→ YOUR ASSIGNMENT
In the records below, find each line holding the word "sillet" and copy it.
(DATA RECORDS begins)
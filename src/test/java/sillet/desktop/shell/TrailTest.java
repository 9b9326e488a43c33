package sillet.desktop.shell;

import static org.assertj.core.api.Assertions.assertThat;

import java.util.UUID;
import org.junit.jupiter.api.Test;

class TrailTest {
  private final Trail trail = new Trail();

  @Test
  void leadsBackStepByStepAndEndsAtTheBench() {
    trail.to(new Place.Instruments());
    trail.to(new Place.AtVisit(7));

    assertThat(trail.back()).isEqualTo(new Place.Instruments());
    assertThat(trail.back()).isEqualTo(new Place.Bench());
    assertThat(trail.back()).isEqualTo(new Place.Bench());
  }

  @Test
  void countsNoStepWhereOneStaysWhereOneIs() {
    trail.to(new Place.Instruments());
    trail.to(new Place.Instruments());

    assertThat(trail.back()).isEqualTo(new Place.Bench());
  }

  @Test
  void neverLeadsBackIntoTakingIn() {
    trail.to(new Place.TakeIn(UUID.randomUUID()));
    trail.to(new Place.AtVisit(7));

    assertThat(trail.back()).isEqualTo(new Place.Bench());
  }

  @Test
  void knowsUnderWhichWordAPlaceStands() {
    assertThat(new Place.AtVisit(1).word()).isEqualTo(Place.Word.BENCH);
    assertThat(new Place.TakeIn(null).word()).isEqualTo(Place.Word.BENCH);
    assertThat(new Place.History(UUID.randomUUID()).word()).isEqualTo(Place.Word.INSTRUMENTS);
    assertThat(new Place.ShopPlace().word()).isEqualTo(Place.Word.SHOP);
  }
}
(DATA RECORDS ends)
→ PROBLEM SOLUTION
filename src/test/java/sillet/desktop/shell/TrailTest.java
package sillet.desktop.shell;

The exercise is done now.